Working data:
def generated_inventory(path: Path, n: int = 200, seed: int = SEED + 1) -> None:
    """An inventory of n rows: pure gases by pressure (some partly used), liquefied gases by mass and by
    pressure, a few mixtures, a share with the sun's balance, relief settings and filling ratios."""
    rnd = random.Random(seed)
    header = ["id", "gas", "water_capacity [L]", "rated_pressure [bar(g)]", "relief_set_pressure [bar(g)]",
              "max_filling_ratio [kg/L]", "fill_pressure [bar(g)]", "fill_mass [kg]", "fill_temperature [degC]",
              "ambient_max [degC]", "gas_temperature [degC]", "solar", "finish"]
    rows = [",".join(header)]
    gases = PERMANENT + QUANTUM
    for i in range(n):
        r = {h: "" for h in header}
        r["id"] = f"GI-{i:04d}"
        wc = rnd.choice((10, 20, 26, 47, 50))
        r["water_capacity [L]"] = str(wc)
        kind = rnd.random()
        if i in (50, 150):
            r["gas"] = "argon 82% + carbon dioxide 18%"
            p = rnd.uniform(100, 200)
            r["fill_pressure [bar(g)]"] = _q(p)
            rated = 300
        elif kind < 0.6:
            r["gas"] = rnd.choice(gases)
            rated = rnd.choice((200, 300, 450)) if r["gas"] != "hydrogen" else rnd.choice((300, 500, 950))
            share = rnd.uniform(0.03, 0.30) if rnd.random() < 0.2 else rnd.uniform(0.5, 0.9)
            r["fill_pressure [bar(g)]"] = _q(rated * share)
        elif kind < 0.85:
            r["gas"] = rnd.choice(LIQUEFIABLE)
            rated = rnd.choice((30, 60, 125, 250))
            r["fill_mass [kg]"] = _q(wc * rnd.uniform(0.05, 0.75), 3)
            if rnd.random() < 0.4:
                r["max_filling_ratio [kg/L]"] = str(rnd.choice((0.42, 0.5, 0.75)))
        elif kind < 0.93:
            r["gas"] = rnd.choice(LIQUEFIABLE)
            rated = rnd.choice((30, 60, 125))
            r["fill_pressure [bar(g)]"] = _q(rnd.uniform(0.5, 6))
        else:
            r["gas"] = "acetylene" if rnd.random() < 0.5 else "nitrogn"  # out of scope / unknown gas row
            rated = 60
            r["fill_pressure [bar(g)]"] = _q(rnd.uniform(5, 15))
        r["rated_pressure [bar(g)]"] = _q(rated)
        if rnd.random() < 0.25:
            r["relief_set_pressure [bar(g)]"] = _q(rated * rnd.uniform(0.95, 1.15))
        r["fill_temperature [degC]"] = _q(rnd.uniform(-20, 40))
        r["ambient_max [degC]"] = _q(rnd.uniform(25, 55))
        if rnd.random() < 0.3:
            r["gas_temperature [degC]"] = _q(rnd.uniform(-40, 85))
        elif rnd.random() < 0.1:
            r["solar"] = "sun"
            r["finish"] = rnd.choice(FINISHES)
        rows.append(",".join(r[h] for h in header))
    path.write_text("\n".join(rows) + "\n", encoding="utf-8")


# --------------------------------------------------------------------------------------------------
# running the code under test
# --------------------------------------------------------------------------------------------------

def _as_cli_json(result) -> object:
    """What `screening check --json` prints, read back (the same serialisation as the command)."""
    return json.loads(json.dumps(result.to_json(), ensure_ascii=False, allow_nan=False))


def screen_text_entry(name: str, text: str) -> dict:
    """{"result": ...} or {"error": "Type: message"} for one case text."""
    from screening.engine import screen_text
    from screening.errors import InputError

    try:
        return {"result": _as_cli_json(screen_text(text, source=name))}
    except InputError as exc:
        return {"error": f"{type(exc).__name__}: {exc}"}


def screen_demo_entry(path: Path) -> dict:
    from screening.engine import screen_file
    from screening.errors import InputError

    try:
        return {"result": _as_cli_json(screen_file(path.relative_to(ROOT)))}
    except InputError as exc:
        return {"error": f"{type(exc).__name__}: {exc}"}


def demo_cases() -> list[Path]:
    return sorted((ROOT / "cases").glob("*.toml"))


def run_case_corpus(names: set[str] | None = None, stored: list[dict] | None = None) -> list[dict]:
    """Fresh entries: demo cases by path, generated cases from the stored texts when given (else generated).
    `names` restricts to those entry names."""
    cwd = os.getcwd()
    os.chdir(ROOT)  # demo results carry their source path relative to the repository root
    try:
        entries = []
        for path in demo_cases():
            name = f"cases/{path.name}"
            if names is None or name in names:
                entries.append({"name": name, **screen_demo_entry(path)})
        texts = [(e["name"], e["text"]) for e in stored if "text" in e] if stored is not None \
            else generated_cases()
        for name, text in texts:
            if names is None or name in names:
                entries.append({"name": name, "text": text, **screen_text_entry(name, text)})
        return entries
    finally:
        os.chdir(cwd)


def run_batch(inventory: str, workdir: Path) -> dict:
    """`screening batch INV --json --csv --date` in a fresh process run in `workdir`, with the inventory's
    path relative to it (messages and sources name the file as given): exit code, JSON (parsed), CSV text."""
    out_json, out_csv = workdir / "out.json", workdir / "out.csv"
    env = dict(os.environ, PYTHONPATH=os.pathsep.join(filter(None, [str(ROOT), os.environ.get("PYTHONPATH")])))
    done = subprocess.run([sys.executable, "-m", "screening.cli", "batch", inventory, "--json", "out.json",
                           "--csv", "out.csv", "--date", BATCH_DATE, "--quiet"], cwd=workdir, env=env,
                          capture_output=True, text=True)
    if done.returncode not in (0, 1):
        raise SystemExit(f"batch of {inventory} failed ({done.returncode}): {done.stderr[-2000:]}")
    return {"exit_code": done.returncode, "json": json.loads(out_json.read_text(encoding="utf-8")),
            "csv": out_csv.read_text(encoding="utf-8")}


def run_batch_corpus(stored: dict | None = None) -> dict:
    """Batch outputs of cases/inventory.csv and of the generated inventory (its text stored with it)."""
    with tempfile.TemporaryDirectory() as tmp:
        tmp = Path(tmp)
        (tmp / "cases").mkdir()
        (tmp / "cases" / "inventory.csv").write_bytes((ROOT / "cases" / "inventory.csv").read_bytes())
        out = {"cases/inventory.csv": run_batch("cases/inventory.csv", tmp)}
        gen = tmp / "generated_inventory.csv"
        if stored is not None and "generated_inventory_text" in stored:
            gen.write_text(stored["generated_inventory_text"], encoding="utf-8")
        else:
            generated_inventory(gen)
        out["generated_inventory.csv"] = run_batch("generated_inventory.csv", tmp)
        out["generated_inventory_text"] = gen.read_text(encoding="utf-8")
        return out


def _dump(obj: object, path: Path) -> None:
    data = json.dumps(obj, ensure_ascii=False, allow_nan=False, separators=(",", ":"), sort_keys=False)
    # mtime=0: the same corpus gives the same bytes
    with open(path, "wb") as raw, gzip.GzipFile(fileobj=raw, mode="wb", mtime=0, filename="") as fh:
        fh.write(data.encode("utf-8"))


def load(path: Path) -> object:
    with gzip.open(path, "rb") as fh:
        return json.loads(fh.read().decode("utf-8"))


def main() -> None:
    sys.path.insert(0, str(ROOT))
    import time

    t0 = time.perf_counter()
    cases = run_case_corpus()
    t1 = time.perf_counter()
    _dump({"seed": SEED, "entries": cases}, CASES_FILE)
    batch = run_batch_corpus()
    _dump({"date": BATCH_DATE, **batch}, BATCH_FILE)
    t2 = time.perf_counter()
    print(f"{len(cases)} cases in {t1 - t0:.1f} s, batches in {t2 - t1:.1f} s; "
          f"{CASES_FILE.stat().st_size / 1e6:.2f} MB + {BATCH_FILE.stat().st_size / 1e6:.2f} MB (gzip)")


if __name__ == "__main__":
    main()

Work request:
Identify the lines in the entries that hold "texts" and return each one.

Worked solution:
    """Fresh entries: demo cases by path, generated cases from the stored texts when given (else generated).
        texts = [(e["name"], e["text"]) for e in stored if "text" in e] if stored is not None \
        for name, text in texts:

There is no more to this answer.